= John Bavant =

English Roman Catholic priest

John Bavant or Bavand alias Clarke (d. 1610/1613) was an English Roman Catholic priest. He was a well-respected teacher and scholar at Oxford, and served as the rector of Solihull during the 1560s, but eventually converted to Roman Catholicism and led the rest of his long life as an active missionary and ecclesiastical administrator.

==Oxford fellow==
Nothing is known of John Bavant's origins, except that he came from Cheshire. He matriculated at Christ Church, Oxford, in 1547, where he took his MA on 17 February 1554, amongst a very distinguished cohort that included : Lawrence Humphrey, John ab Ulmis, and James Calfhill. Here he stayed until in 1558 he was appointed one of the three first graduate scholars at the newly established St John's College in the same university. Bavant was the first Greek reader at the college, from 1558 to c. 1564, and he counted amongst his pupils Edmund Campion and Gregory Martin. In 1560, Bavant was appointed rector of Solihull, in Warwickshire. He seems to have found his situation convenient, and his non-residence at St John's was resented. Finally, after declining to return to Oxford, Bavant was removed by the Founder, Sir Thomas White from his fellowship around 1566.

== Anglican clergyman ==
John Bavant was appointed to the rectory of Solihull on 12 September 1560, on the presentation of Sir Robert Throckmorton of Coughton Hall, who as lord of the manor of Solihull, owned the advowson, or right to present to a church living. Throckmorton was one of the central figures of the Roman Catholic community in the Midlands until his death in 1581; and a previous incumbent of Solihull (1544—1554) had been John Feckenham alias Howman, later abbot of Westminster Abbey under Queen Mary. Bavant remained at Solihull until he was deprived for non-residence in 1570, by which time he had presumably left for Rome. Bavant had other friends in the Roman Catholic community. Sir Edward Griffin of Dingley, in Northamptonshire, a friend of the Throckmortons, made Bavant a small bequest in his will, signed 11 August 1569. He also stipulated that Bavant should be first in line when one of the several livings in his presentation should become vacant. It was too late, however, for Bavant had set his sights on Rome. He was replaced at Solihull by Henry Smith, who was presented, with Throckmorton's permission, by the translator William Bavand. Bavand, who may have been a relative of John Bavant, lived at Stoke Albany in Northampton, a few miles from Dingley, and here Griffin was the lord of the manor, too.

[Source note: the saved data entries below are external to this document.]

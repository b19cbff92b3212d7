import { clearSkyHourly, resolveWeatherToAperture, type ApertureGeometry, type HourlyWeather, type Site } from '@/lib/solar';
import { boilingPointAtAltitudeC, simulateCooker, simulateCookerSummary, type CookerSpec, type PotLoad, type SimulationResult, type WeatherStep } from '@/lib/thermal';
import { addDays, zonedDayBoundsMs, zonedTimeToUtcMs } from '@/lib/time';

export type WeatherSource = 'forecast' | 'stale-forecast' | 'upload' | 'clear-sky';

export interface DayPredictionInput {
  site: Site;
  timeZone: string;
  /** Local date YYYY-MM-DD. */
  date: string;
  spec: CookerSpec;
  geometry: ApertureGeometry;
  /** Hourly weather covering the day before and the day (for spin-up); clear sky when absent. */
  hourly?: HourlyWeather[];
  /** Where `hourly` came from; default 'forecast'. */
  hourlySource?: WeatherSource;
  /** Store temperature at local midnight [°C]; when absent, the store is spun up over the previous day. */
  initialStoreTempC?: number;
  /** Batches; when absent, one reference batch of water in the first pot shows when a pot gets hot. */
  loads?: PotLoad[];
  /** Scale of clear-sky irradiance when no forecast exists (monthly clearness) [0–1]. */
  clearness?: number;
  /** Output resolution of the series [min]; default 10. */
  outputStepMin?: number;
}

export interface DayPrediction {
  date: string;
  source: WeatherSource;
  /** Output series at outputStepMin resolution. */
  series: { t: number[]; storeTempC: number[]; potTempC: Record<string, (number | null)[]>; charge: number[]; gApertureWm2: number[]; tAirC: number[] };
  loads: SimulationResult['loads'];
  events: SimulationResult['events'];
  balance: SimulationResult['balance'];
  initialStoreTempC: number;
  referenceLoad: PotLoad | null;
  boilingPointC: number;
}

const STEP_S = 60;

export interface PreparedDay {
  source: WeatherSource;
  /** 60-s aperture steps over the local day. */
  steps: WeatherStep[];
  /** Store temperature at local midnight [°C] (given, or from the one-day spin-up). */
  initialStoreTempC: number;
}

/**
 * The local day's aperture weather and the store's midnight temperature: the common first half of
 * a prediction and of a plan. Without a starting temperature the store is simulated over the
 * previous day from its lowest useful temperature (a one-day spin-up).
 */
export function prepareDay(input: Pick<DayPredictionInput, 'site' | 'timeZone' | 'date' | 'spec' | 'geometry' | 'hourly' | 'hourlySource' | 'initialStoreTempC' | 'clearness'>): PreparedDay {
  const [dayStart, dayEnd] = zonedDayBoundsMs(input.date, input.timeZone);
  const prevStart = zonedDayBoundsMs(addDays(input.date, -1), input.timeZone)[0];
  const source: WeatherSource = input.hourly ? (input.hourlySource ?? 'forecast') : 'clear-sky';
  const hourly = input.hourly ?? clearSkyForDay(input.site, input.timeZone, input.date, input.clearness ?? 1);
  const all = resolveWeatherToAperture(input.site, input.geometry, hourly, STEP_S);
  const firstT = all[0]?.t ?? dayStart;
  const from = (ms: number) => Math.max(0, Math.round((ms - firstT) / (STEP_S * 1000)));
  const steps = all.slice(from(dayStart), from(dayEnd));
  if (steps.length < 60) throw new RangeError('hourly: the weather does not cover the requested day');

  let initialStoreTempC = input.initialStoreTempC;
  if (initialStoreTempC === undefined) {
    const prev = all.slice(from(prevStart), from(dayStart));
    if (prev.length >= 60) {
      const spin = simulateCookerSummary(input.spec, prev, { stepS: STEP_S, initialStoreTempC: input.spec.store.minUsefulTempC, altitudeM: input.site.altitudeM });
      initialStoreTempC = spin.finalStoreTempC;
    } else {
      initialStoreTempC = input.spec.store.minUsefulTempC;
    }
  }
  return { source, steps, initialStoreTempC };
}

/**
 * Predicts a cooker's day: weather → aperture irradiance (lib/solar) → store and pot simulation
 * (lib/thermal), minute by minute, returned at a coarser resolution for charts.
 */
/** Clear-sky hourly weather for a local day and the day before (the spin-up), the fallback of every prediction. */
export function clearSkyForDay(site: Site, timeZone: string, date: string, clearness = 1): HourlyWeather[] {
  const [, dayEnd] = zonedDayBoundsMs(date, timeZone);
  const prevStart = zonedDayBoundsMs(addDays(date, -1), timeZone)[0];
  return clearSkyHourly(site, prevStart - 3_600_000, dayEnd + 3_600_000, { clearness, tAirC: { minC: 16, maxC: 31 } });
}

export function predictDay(input: DayPredictionInput): DayPrediction {
  const { source, steps: day, initialStoreTempC } = prepareDay(input);
  const boilingPointC = boilingPointAtAltitudeC(input.site.altitudeM);
  let referenceLoad: PotLoad | null = null;
  let loads = input.loads;
  const pot = input.spec.pots[0];
  if (!loads && pot) {
    // Reference batch (common practice, no source): a pot 70 % full of water from 10:00, held near the boil for 30 min.
    referenceLoad = {
      id: 'reference',
      potId: pot.id,
      startMs: zonedTimeToUtcMs(input.date, input.timeZone, 10, 0),
      foodKg: 0,
      foodCpJPerKgK: 3500,
      waterKg: 0.7 * pot.volumeL,
      lidOn: true,
      minTempC: Math.min(90, boilingPointC - 3),
      holdS: 30 * 60,
      maxEndMs: zonedTimeToUtcMs(input.date, input.timeZone, 17, 0),
    };
    loads = [referenceLoad];
  }

  const sim = simulateCooker(input.spec, day, { stepS: STEP_S, initialStoreTempC, altitudeM: input.site.altitudeM, loads: loads ?? [] });
  const every = Math.max(1, Math.round(((input.outputStepMin ?? 10) * 60) / STEP_S));
  const pick = <T,>(a: T[]) => a.filter((_, i) => i % every === 0);
  const potTempC: Record<string, (number | null)[]> = {};
  for (const [id, arr] of Object.entries(sim.series.potTempC)) potTempC[id] = pick(arr).map((v) => (Number.isFinite(v) ? v : null));
  return {
    date: input.date,
    source,
    series: {
      t: pick(sim.series.t),
      storeTempC: pick(sim.series.storeTempC),
      potTempC,
      charge: pick(sim.series.charge),
      gApertureWm2: pick(day.map((s) => s.gApertureWm2)),
      tAirC: pick(day.map((s) => s.tAirC)),
    },
    loads: sim.loads,
    events: sim.events,
    balance: sim.balance,
    initialStoreTempC,
    referenceLoad,
    boilingPointC,
  };
}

== Roman Catholic missionary ==
By 1572, John Bavant was in Rome, when he resided at English Hospice (later the English College). He served as Warden in 1575, and Chamberlain in 1576; he also acted as Chaplain. After apparently receiving his doctorate of divinity in Rome, Bavant took himself to the English College in Rheims, where he worked with cardinal William Allen before returning to England as a missionary on 15 June 1581, with, amongst others, the scholar, poet and Jesuit, Jasper Heywood. After narrowly escaping arrest in Harrow, Middlesex, in November 1554, he was finally caught at Longford, Derbyshire, and by April 1585 he found himself locked up in the Wood Street Counter, in London. A petition was raised to have him released on the grounds of his age; and eventually he was set free. He continued his mission, and in the years that followed was reported to be active in Huntingdonshire and Berkshire. He was also protected by Sir Thomas Tresham, who as a child was a ward of Sir Robert Throckmorton, Bavant's patron at Solihull. Tresham also supported Bavant's old pupil Campion. In May 1595, he was called in to help settle the disputes amongst the Roman Catholic clergy imprisoned in Wisbech Castle, in Cambridgeshire. Bavant took an active and generally conciliatory role in the so-called ‘Wisbech Stirs’, that continued until 1598. In that year he was named as one of the six assistants to the Roman Catholic Archpriest in England, George Blackwell. John Bavant was still alive on 28 March 1610, when he wrote a letter from England to the Jesuit Robert Persons in Rome. His year of death is not known, but he had died before October 1613, when he was replaced by Richard Broughton as an assistant to the Archpriest, then George Birkhead.